··· Record set ···

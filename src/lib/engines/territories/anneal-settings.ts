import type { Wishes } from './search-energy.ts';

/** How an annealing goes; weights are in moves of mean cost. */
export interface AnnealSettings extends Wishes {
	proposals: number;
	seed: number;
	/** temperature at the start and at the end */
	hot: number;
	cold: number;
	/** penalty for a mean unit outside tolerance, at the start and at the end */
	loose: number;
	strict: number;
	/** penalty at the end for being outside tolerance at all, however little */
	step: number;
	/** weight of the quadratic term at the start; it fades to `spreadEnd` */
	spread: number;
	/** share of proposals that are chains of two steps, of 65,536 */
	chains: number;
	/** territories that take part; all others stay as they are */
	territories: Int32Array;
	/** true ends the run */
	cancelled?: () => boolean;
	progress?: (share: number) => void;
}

···

Only the lines containing "chains" are needed; pull them out of the listing.

## Your solution:
	/** share of proposals that are chains of two steps, of 65,536 */
	chains: number;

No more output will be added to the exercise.